=== What you will do ===
Copy out all lines from the entries below in which "seed" occurs.

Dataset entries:
^^^^^^^^
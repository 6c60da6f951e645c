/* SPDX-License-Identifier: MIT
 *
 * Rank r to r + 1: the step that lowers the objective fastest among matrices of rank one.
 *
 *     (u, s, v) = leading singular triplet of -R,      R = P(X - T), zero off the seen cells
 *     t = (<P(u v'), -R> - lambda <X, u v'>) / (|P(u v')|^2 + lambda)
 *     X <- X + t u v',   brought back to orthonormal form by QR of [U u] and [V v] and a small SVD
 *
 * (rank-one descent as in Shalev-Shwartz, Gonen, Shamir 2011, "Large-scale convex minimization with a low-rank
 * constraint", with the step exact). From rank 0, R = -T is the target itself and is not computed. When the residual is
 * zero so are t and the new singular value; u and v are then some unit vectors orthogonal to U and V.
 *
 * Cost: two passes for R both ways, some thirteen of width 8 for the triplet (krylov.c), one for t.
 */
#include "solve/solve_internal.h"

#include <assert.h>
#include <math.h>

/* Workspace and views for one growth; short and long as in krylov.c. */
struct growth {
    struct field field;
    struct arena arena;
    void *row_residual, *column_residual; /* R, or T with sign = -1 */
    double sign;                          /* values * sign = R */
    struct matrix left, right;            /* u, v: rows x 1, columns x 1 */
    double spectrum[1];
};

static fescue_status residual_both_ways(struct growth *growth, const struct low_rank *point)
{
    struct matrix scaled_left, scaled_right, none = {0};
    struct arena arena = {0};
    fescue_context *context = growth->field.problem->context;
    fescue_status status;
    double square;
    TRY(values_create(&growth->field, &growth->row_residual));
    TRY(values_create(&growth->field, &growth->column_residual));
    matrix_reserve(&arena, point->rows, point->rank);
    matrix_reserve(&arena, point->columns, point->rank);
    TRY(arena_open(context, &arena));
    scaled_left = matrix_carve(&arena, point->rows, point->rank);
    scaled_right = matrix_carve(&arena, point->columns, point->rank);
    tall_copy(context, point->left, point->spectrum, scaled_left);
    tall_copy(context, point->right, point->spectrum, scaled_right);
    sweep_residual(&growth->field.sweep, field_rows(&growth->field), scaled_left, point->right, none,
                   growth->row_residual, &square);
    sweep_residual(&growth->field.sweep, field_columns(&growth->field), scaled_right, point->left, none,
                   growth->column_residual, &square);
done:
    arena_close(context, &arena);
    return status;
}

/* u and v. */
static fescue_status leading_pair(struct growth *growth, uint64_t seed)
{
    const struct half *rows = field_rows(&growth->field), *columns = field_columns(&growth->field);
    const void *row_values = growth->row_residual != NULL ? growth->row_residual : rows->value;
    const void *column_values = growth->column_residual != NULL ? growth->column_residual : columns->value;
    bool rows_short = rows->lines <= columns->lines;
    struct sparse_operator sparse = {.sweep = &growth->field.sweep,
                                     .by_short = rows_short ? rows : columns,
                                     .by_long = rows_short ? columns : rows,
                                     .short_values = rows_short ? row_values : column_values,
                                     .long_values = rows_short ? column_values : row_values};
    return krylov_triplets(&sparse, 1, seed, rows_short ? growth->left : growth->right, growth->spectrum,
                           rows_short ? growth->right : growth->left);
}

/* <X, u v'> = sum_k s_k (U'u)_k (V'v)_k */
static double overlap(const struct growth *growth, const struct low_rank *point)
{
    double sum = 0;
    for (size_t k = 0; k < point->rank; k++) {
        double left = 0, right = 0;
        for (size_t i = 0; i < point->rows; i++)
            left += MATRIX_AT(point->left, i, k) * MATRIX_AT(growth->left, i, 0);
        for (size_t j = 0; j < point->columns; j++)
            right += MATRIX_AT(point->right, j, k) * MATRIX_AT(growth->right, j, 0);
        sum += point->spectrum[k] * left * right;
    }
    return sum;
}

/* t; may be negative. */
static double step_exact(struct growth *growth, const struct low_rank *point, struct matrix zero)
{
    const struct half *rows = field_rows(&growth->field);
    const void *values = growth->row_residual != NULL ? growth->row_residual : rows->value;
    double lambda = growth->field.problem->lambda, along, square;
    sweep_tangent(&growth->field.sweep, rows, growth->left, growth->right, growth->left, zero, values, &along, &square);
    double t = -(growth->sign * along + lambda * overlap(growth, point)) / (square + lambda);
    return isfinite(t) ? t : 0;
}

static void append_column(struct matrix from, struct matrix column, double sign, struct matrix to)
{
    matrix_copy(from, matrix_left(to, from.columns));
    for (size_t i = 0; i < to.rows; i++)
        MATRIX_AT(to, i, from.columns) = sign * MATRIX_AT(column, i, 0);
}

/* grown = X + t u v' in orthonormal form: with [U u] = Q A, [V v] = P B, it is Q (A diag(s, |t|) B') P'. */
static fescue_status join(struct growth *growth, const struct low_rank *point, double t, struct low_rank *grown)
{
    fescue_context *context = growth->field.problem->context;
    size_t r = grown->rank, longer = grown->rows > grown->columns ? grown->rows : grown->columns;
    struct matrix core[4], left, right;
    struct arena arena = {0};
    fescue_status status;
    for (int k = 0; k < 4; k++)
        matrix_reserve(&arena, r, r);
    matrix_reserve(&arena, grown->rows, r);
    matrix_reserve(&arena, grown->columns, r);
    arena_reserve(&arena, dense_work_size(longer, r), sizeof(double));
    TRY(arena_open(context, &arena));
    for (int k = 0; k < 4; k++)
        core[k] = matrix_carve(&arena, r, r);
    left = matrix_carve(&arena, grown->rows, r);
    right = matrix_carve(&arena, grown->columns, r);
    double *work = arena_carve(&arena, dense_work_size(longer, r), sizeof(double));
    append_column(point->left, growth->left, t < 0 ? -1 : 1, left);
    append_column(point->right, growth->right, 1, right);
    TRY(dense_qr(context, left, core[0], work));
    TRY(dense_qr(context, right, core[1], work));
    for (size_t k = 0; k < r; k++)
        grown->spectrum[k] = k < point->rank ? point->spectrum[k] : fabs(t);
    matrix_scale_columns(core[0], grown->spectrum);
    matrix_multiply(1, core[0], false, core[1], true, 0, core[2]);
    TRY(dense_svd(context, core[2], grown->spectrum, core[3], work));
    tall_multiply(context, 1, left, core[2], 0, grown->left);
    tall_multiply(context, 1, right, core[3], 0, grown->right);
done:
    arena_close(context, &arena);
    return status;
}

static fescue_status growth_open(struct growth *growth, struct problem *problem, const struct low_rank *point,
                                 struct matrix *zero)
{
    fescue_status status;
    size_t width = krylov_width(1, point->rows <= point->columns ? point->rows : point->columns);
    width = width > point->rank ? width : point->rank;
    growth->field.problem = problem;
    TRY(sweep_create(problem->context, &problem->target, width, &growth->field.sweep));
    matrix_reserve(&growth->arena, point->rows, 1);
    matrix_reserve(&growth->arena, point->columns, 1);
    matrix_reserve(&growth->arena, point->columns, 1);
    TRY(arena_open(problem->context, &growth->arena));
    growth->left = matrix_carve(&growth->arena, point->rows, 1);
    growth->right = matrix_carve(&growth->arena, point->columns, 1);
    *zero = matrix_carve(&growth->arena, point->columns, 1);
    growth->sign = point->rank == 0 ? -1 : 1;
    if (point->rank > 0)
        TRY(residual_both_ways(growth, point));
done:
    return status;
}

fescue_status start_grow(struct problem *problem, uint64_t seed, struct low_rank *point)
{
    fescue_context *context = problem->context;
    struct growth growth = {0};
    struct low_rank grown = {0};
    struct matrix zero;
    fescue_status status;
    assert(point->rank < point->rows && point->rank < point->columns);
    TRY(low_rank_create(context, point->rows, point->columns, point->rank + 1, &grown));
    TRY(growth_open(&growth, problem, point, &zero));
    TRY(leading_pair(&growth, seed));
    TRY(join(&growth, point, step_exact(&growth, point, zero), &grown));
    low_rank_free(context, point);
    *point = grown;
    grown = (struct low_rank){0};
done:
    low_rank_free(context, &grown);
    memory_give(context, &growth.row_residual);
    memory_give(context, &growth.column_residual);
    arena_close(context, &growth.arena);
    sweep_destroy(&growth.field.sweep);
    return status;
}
^^^^^^^^
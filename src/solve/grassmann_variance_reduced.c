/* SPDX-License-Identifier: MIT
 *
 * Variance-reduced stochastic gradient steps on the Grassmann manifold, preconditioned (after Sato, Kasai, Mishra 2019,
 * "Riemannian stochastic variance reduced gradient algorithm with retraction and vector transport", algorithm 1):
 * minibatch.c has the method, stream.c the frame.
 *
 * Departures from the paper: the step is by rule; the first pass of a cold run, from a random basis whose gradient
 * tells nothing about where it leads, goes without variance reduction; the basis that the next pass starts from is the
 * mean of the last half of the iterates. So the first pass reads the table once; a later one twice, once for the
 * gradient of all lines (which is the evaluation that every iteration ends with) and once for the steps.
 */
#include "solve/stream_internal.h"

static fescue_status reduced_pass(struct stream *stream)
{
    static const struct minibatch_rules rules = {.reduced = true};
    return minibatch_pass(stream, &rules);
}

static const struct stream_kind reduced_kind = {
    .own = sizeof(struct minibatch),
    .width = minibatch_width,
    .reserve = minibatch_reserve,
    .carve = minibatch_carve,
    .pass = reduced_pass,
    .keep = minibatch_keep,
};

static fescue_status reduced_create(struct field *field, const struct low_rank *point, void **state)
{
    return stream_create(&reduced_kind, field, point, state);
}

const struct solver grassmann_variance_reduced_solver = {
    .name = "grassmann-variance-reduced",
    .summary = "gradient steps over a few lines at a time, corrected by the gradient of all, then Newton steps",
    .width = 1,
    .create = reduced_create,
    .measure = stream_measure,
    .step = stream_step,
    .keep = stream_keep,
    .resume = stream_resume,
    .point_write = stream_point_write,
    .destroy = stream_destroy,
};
^^^^^^^^
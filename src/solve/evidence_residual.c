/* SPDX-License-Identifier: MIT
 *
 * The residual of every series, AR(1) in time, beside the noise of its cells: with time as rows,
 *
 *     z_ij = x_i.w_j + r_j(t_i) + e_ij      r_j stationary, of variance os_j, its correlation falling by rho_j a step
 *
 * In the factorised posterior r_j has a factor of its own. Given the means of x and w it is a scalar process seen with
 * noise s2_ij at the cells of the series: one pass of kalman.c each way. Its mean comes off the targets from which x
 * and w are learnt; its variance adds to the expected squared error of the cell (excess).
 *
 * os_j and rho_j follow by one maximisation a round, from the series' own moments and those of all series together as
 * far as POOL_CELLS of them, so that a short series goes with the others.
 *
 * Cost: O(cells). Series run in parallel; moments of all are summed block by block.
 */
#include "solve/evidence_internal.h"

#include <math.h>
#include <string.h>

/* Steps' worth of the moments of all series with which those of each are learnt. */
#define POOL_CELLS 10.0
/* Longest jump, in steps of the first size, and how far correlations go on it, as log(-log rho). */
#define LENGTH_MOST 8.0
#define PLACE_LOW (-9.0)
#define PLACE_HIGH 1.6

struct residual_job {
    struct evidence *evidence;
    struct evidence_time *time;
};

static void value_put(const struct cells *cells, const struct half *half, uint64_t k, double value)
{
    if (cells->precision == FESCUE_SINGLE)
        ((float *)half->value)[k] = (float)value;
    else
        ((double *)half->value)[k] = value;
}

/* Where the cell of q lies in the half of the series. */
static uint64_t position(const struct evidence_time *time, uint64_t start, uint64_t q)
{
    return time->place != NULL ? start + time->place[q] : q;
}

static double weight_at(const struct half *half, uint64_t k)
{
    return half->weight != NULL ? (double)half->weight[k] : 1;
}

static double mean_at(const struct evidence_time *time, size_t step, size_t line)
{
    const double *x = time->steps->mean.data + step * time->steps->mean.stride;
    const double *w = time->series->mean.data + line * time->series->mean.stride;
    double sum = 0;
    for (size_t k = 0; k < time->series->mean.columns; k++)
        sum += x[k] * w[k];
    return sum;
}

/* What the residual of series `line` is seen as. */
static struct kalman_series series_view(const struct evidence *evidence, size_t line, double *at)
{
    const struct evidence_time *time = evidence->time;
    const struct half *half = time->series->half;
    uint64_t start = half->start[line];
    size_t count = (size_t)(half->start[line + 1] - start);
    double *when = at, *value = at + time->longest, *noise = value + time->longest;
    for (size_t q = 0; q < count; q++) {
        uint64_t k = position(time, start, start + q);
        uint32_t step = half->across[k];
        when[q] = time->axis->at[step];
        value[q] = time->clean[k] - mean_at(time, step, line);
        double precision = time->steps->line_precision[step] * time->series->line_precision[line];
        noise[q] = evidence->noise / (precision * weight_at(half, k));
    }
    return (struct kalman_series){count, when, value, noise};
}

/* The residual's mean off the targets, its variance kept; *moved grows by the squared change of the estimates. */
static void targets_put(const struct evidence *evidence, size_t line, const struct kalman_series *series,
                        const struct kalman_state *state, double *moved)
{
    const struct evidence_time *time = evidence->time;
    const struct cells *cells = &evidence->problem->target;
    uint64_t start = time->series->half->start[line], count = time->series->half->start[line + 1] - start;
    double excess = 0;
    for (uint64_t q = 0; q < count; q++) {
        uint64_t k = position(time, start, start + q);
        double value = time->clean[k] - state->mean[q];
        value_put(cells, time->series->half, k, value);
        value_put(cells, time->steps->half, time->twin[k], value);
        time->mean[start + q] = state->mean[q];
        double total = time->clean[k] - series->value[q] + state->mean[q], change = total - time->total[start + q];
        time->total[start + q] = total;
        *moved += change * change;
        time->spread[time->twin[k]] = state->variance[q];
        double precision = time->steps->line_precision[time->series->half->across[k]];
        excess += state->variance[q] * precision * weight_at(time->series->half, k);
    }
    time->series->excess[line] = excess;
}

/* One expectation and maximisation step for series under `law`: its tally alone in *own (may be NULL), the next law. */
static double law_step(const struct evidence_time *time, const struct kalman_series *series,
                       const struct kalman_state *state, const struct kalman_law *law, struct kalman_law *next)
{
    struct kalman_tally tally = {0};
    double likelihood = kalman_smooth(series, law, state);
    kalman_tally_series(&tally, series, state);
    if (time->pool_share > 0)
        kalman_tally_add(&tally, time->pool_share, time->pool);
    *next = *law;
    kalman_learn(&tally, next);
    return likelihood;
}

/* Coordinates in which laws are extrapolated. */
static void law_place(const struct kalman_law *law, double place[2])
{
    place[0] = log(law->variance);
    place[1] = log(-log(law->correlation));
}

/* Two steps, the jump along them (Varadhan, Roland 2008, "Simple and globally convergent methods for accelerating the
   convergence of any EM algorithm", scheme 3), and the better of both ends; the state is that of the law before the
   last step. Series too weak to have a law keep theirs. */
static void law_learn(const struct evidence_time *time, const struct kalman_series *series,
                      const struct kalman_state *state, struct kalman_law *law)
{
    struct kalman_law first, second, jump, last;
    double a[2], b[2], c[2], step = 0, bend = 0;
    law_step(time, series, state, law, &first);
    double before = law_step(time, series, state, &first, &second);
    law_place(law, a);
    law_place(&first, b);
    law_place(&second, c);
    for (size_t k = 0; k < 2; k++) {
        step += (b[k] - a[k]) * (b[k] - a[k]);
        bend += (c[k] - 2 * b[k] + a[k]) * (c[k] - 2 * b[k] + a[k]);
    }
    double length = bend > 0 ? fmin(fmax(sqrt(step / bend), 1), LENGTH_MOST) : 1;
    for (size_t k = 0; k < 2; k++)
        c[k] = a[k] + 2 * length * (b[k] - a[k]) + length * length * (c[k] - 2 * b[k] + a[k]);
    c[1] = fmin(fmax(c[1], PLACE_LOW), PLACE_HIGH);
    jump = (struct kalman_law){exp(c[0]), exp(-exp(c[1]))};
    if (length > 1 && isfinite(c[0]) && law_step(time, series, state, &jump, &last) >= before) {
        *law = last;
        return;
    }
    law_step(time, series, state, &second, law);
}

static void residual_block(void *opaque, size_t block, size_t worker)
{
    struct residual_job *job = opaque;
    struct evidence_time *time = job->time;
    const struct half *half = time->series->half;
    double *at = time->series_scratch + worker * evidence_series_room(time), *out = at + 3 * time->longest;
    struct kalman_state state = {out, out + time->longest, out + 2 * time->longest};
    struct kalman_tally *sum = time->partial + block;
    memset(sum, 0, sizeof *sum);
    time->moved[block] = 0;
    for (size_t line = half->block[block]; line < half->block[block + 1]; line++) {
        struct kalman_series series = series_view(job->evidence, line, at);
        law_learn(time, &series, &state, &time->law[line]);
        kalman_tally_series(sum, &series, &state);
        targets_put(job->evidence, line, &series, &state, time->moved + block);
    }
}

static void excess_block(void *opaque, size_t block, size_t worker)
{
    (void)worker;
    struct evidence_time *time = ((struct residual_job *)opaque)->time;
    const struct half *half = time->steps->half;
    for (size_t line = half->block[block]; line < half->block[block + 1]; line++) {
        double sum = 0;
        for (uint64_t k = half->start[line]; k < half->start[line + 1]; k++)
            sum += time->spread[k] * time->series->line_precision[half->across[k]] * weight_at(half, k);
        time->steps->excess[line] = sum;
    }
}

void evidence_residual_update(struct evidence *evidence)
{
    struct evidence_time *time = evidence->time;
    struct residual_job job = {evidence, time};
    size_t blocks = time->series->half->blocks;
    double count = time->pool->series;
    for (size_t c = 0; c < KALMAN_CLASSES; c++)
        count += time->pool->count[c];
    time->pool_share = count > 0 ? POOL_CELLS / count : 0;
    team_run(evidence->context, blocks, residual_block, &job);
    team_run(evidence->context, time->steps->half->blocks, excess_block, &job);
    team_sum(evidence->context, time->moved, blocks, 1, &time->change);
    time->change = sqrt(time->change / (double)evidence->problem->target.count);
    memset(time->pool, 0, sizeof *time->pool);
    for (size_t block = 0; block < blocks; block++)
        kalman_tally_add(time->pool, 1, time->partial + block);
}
^^^^^^^^
=== Answer to this problem ===
static fescue_status leading_pair(struct growth *growth, uint64_t seed)
    return krylov_triplets(&sparse, 1, seed, rows_short ? growth->left : growth->right, growth->spectrum,
fescue_status start_grow(struct problem *problem, uint64_t seed, struct low_rank *point)
    TRY(leading_pair(&growth, seed));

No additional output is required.